The ensembles presented here are of high statistical quality.  We have checked that all configurations are statistically independent – i.e., without correlations.  Further details on statistical analysis may be found in papers by Lyman and Zuckerman [Biophys. J., 2006 and J. Phys. Chem. B, 2007] as well as in forthcoming work by Zhang, Mamonov, and Zuckerman [expected 2008].

Technical details.  As noted, the configurations are distributed according to the Boltzmann factor of the indicated forcefield, in conjunction with the solvent model.  The ensemble is sampled independently of the protein backbone, and hence no correlations with the backbone are accounted for. C-alpha and C-beta atoms were included as anchors for calculating internal coordinates of side chain atoms. The valence of C-alpha was set to one and its charge was set to 0. The distance between C-alpha-C-beta atoms was constrained to the equilibrium value found in the force field. The analytical GB/SA model of Still [J. Phys. Chem. A, 101, 3005-3014 1997] was used as implemented in Tinker package.

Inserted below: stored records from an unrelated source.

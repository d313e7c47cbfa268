"""Random TOML texts whose writer keeps count of the lines."""

from __future__ import annotations

import random

Place = tuple[str | int, ...]
SCALARS = [
    "1", "-2.5", "true", '"a # b"', "'c \\'", '"q \\" ]"', "1979-05-27 07:32:00", '""', "''",
    '"""x"""', '"""\nx = 1\n[no]\n"""', "'''\ny = \"\"\"\n'''", '"""a\\"" ""b"""""', "nan",
]  # fmt: skip


class Writer:
    """Writes a random TOML text and the line of every key in it."""

    def __init__(self, rng: random.Random) -> None:
        self.rng = rng
        self.text = ""
        self.lines: dict[Place, int] = {}
        self.names = 0

    def document(self) -> None:
        self.table((), depth=0)

    def table(self, place: Place, depth: int) -> None:
        for _ in range(self.rng.randint(0, 3)):
            self.blank()
            self.pair(place, depth=0)
            self.text += self.rng.choice(["\n", "  # [x]\n", "\n\n"])
        if depth < 3:
            for _ in range(self.rng.randint(0, 2)):
                self.rng.choice([self.header, self.array_of_tables])(place, depth)

    def header(self, place: Place, depth: int) -> None:
        name, written = self.key()
        self.blank()
        self.mark((*place, name))
        self.text += f"[{self.dotted(place)}{written}] # c\n"
        self.table((*place, name), depth + 1)

    def array_of_tables(self, place: Place, depth: int) -> None:
        name, written = self.key()
        for index in range(self.rng.randint(1, 3)):
            self.blank()
            if index == 0:
                self.mark((*place, name))
            self.mark((*place, name, index))
            self.text += f"[[ {self.dotted(place)}{written} ]]\n"
            self.table((*place, name, index), depth + 1)

    def pair(self, place: Place, depth: int) -> None:
        for turn in range(self.rng.choice([1, 1, 1, 2, 3])):
            name, written = self.key()
            self.text += ("." if turn else "") + written
            place = (*place, name)
            self.mark(place)
        self.text += self.rng.choice([" = ", "=", "\t=\t"])
        self.value(place, depth)

    def value(self, place: Place, depth: int) -> None:
        kind = self.rng.choice(["scalar", "array", "inline"]) if depth < 3 else "scalar"
        if kind == "scalar":
            self.text += self.rng.choice(SCALARS)
        elif kind == "array":
            self.text += "["
            for index in range(self.rng.randint(0, 3)):
                self.text += self.rng.choice(["", " ", "\n  ", " # , ]\n"])
                self.mark((*place, index))
                self.value((*place, index), depth + 1)
                self.text += self.rng.choice([",", " ,", "\n,"])
            self.text += "]"
        else:
            self.text += "{"
            for index in range(self.rng.randint(0, 2)):
                self.text += ", " if index else ""
                self.pair(place, depth + 1)
            self.text += "}"

    def key(self) -> tuple[str, str]:
        self.names += 1
        name = f"k{self.names}"
        forms = [(name, name), (f"{name}.]#", f'"{name}.]#"'), (f'{name} "', f"'{name} \"'")]
        return self.rng.choice([*forms, (f"{name}é", f'"{name}\\u00e9"')])

    def dotted(self, place: Place) -> str:
        quoted = [name.replace('"', '\\"') for name in place if isinstance(name, str)]
        return "".join(f'"{name}".' for name in quoted)

    def mark(self, place: Place) -> None:
        self.lines[place] = self.text.count("\n") + 1

    def blank(self) -> None:
        self.text += self.rng.choice(["", "", "\n", "# key = 1\n", "   "])
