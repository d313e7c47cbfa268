"""Shows at their cap whose samples go wrong before the final stage, with the guard in step."""

from __future__ import annotations

import copy
from collections.abc import Callable
from dataclasses import replace
from typing import Any, NamedTuple

import numpy as np
from numpy.typing import NDArray
from scipy.signal import hilbert
from support.directsum import Slab, absorption_np_m
from support.pressure import Hung
from support.rigs import analytic_tone, grid, make_show

from beamctl.engine.chain import Chain
from beamctl.engine.outlet import Outlet
from beamctl.engine.renderer import Renderer
from beamctl.guard.field import Field
from beamctl.guard.watch import Watch
from beamctl.host.offline import play_through
from beamctl.host.stepped import Stepped, ring_n
from beamctl.show.limits import Guard
from beamctl.show.records import Record
from beamctl.show.rig import Rig
from beamctl.show.sheet import Sheet
from beamctl.show.show import Show

RATE_HZ = 96_000
LATE_S = 0.004  # by which a live guard grants after a step is whole: here the ring is so much less
QUANTUM = 256
CAP_DB = 72.0  # so low that ten times the drive of a show at its cap stays below full scale
COLUMNS, ROWS, PITCH_M, CELL_M = 8, 1, 0.007, 0.006
FEEDS = COLUMNS * ROWS
SEATS = {"far": (1.1, 4.9, -0.5), "near": (-0.59, 2.33, -0.265), "aside": (6.8, 4.0, -0.5)}
PANELS_AT_M = ((0.0, 0.0, 0.0), (6.5, 0.0, 0.0))

F32 = NDArray[np.float32]


# -- shows ---------------------------------------------------------------------------------------


def at_seats(law: str, *aims: str, rate_hz: int = RATE_HZ) -> Show:
    """Measured, signed panels "p0", "p1" … with a beam each, which cue 1 starts at their seats."""
    panel = {
        "grid": {"columns": COLUMNS, "rows": ROWS, "pitch_mm": 1e3 * PITCH_M},
        "volts_at_full_scale": 5.0,
        "max_volts": 5.0,
        "level_db_30cm_10v": 115.0,
        "cell_mm": 1e3 * CELL_M,
        "resonance_hz": 40e3,
        "q": 1e-3,  # as good as flat
        "measured": "measured.csv",
    }
    act = {"sound": "programme", "loop": True, "law": law, "depth": 0.7, "trim_db": -22.0}
    row: dict[str, Any] = {"class": "seats", "seats": 1, "seat_step_m": (0.5, 0.0, 0.0)}
    row["row_step_m"] = (0.0, 1.0, 0.0)
    panels = {
        f"p{n}": panel | {"at_m": PANELS_AT_M[n], "first_feed": 1 + n * FEEDS}
        for n in range(len(aims))
    }
    acts = [
        act | {"beam": f"b{n}", "over_s": 0.02, "point_m": SEATS[aim]} for n, aim in enumerate(aims)
    ]
    sheet = {
        "format": 1,
        "title": "at its cap",
        "beam": {f"b{n}": {"panel": name} for n, name in enumerate(panels)},
        "cue": [{"ref": "1", "title": "all", "act": acts}],
    }
    signed = {"by": "a venue", "on": "2026-01-01", "digest": "seal"}
    house = {"block": {n: row | {"first_m": at_m, "rows": (n,)} for n, at_m in SEATS.items()}}
    return replace(
        make_show(house=house, sounds=("programme",)),
        rig=Rig.model_validate({"format": 1, "rate_hz": rate_hz, "panel": panels}),
        sheet=Sheet.model_validate(sheet),
        guard=Guard.model_validate({"format": 1, "seats_db": CAP_DB, "signed": signed}),
        cells={name: grid(COLUMNS, ROWS, PITCH_M) for name in panels},
        seal="seal",
    )


def hung(show: Show) -> list[Hung]:
    """The show's panels for direct sums."""
    through_air = np.exp(0.3 * absorption_np_m(40e3, 20.0, 50.0))
    pa_m = float(20e-6 * 10.0 ** (115.0 / 20.0) * 0.3 * 0.5 * through_air)
    shape = 0.0, 0.0, COLUMNS, ROWS, PITCH_M, 40e3, CELL_M, pa_m
    return [Hung(Slab(p.at_m, *shape), p.first_feed - 1) for p in show.rig.panel.values()]


# -- programmes ----------------------------------------------------------------------------------


def steady(seconds: float, rate_hz: int) -> F32:
    """A tone of 1 kHz."""
    return analytic_tone(1_000.0, seconds, rate_hz)


def bursts(seconds: float, rate_hz: int) -> F32:
    """Invented noise of 300 to 3000 Hz in bursts of a tenth to a third of a second, and pauses."""
    rng = np.random.default_rng(3)
    n, per_s = round(seconds * rate_hz / 2), rate_hz / 2
    hz = np.fft.rfftfreq(n, 1.0 / per_s)
    weight = ((hz > 300.0) & (hz < 3_000.0)) / np.maximum(hz, 300.0)
    noise = np.fft.irfft((rng.normal(size=len(hz)) + 1j * rng.normal(size=len(hz))) * weight, n)
    shape, at = np.zeros(n), 0
    while at < n:
        loud = round(rng.uniform(0.1, 0.35) * per_s)
        burst = np.minimum(1.0, np.hanning(loud) * 4.0) * rng.uniform(0.5, 1.0)
        shape[at : at + loud] = burst[: n - at]
        at += loud + round(rng.uniform(0.05, 0.4) * per_s)
    turns = hilbert(noise * shape)
    turns /= np.abs(turns).max()
    return np.stack((turns.real, turns.imag), axis=1).astype(np.float32)


PROGRAMMES: dict[str, Callable[[float, int], F32]] = {"steady": steady, "bursts": bursts}


# -- tapes ---------------------------------------------------------------------------------------


def tape_of(show: Show, programme: str, seconds: float) -> F32:
    """Samples (n, channels) as the renderer gives them to the final stage."""
    rate_hz = show.rig.rate_hz
    sound = PROGRAMMES[programme](seconds, rate_hz)
    renderer = Renderer(show, {name: {"programme": sound} for name in show.rig.panel})
    for record in _records(show, seconds):
        renderer.put(record)
    tape = np.zeros((round(seconds * rate_hz), show.channels), np.float32)
    renderer.render(tape)
    return tape


def gain_to_cap(show: Show, field: Field, tape: F32) -> np.float32:
    """The gain with which a tape's worst averaging time is at a cap, by the guard's own figure."""
    watch, least_db = Watch(show, ring_n(show), field), np.inf
    for first in range(0, len(tape) - watch.step_n + 1, watch.step_n):
        watch.take(tape[first : first + watch.step_n])
        watch.left(np.ones(len(show.rig.panel)))
        least_db = min(least_db, watch.headroom_db() or np.inf)
    return np.float32(10.0 ** (least_db / 20.0))


def _records(show: Show, seconds: float) -> list[Record]:
    return list(play_through(show, [(0, "1")], round(seconds * show.rig.rate_hz)))


# -- playing -------------------------------------------------------------------------------------


class Tape:
    """Stands where the renderer stands, with samples that are ready."""

    def __init__(self, samples: F32) -> None:
        self.samples, self.position = samples, 0

    def put(self, record: Record) -> None:
        """It is all on the tape."""

    def render(self, out: F32) -> None:
        """The next of it; silence after its end."""
        piece = self.samples[self.position : self.position + len(out)]
        out[: len(piece)], out[len(piece) :] = piece, 0.0
        self.position += len(out)


class Said(NamedTuple):
    """The guard after one step."""

    held_db: dict[str, float]
    headroom_db: float
    state: str


class Listening(Watch):
    """A watch whose every step is written down."""

    def __init__(self, show: Show, field: Field) -> None:
        super().__init__(show, ring_n(show), field)
        self.said: list[Said] = []

    def take(self, block: F32) -> NDArray[np.float64]:
        """As ever."""
        ceilings = super().take(block)
        self.said.append(Said(self.held_db(), self.headroom_db() or np.inf, self.state))
        return ceilings


class Playing:
    """A tape on its way through ring and final stage under the guard, in a device's quanta."""

    def __init__(self, show: Show, field: Field, tape: F32) -> None:
        self.show, self.tape, self.out = show, Tape(tape), np.zeros_like(tape)
        self.watch = Listening(show, field)
        self.stepped = Stepped(show, self.watch)
        ahead = ring_n(show) - round(LATE_S * show.rig.rate_hz)
        nothing: dict[str, dict[str, F32]] = {name: {} for name in show.rig.panel}
        self.chain = Chain(show, nothing, 0, ahead, self.stepped.tap)
        self.chain.renderer = self.tape  # type: ignore[assignment]
        self.stepped.watch_over(self.chain)
        for record in _records(show, len(tape) / show.rig.rate_hz):
            self.chain.put(record)

    def until(self, frame: int) -> Playing:
        """Play up to a multiple of the quantum, or to the end."""
        while self.chain.position < min(frame, len(self.out)):
            first = self.chain.position
            self.chain.render(self.out[first : first + QUANTUM])
            self.stepped.settle()
        return self

    def fork(self, tape: F32) -> Playing:
        """Another that goes on from here with another tape."""
        outlet = self.chain.outlet
        alike = (self.show, self.watch.field, self.tape.samples)
        known: dict[int, Any] = {id(one): one for one in alike}
        known[id(outlet)] = Outlet(outlet.memory.copy())
        other = copy.deepcopy(self, known)
        other.tape.samples = tape
        return other

    def said_after(self, seconds: float) -> list[Said]:
        """What the guard said of steps that entered later than that."""
        return self.watch.said[int(np.ceil(seconds / self.watch.step_s)) :]

    def holds_of(self, panel: str) -> int:
        """How many holds of a panel there were; one is over after a second without."""
        count, ago_s = 0, np.inf
        for said in self.watch.said:
            count += panel in said.held_db and ago_s > 1.0
            ago_s = 0.0 if panel in said.held_db else ago_s + self.watch.step_s
        return count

Molecular Fragment Libraries. These are all-atom Boltzmann-factor ensembles, distributed according to the indicated forcefield and solvent model at the temperature of 298 K. Such fragments are useful both for equilibrium sampling [to be described in a forthcoming paper] or free energy calculations. The necessary degrees of freedom for linking one fragment to another (i.e., specifying the relative distance and orientation) are embodied in the coordinates of dummy atoms. All configurations are statistically independent.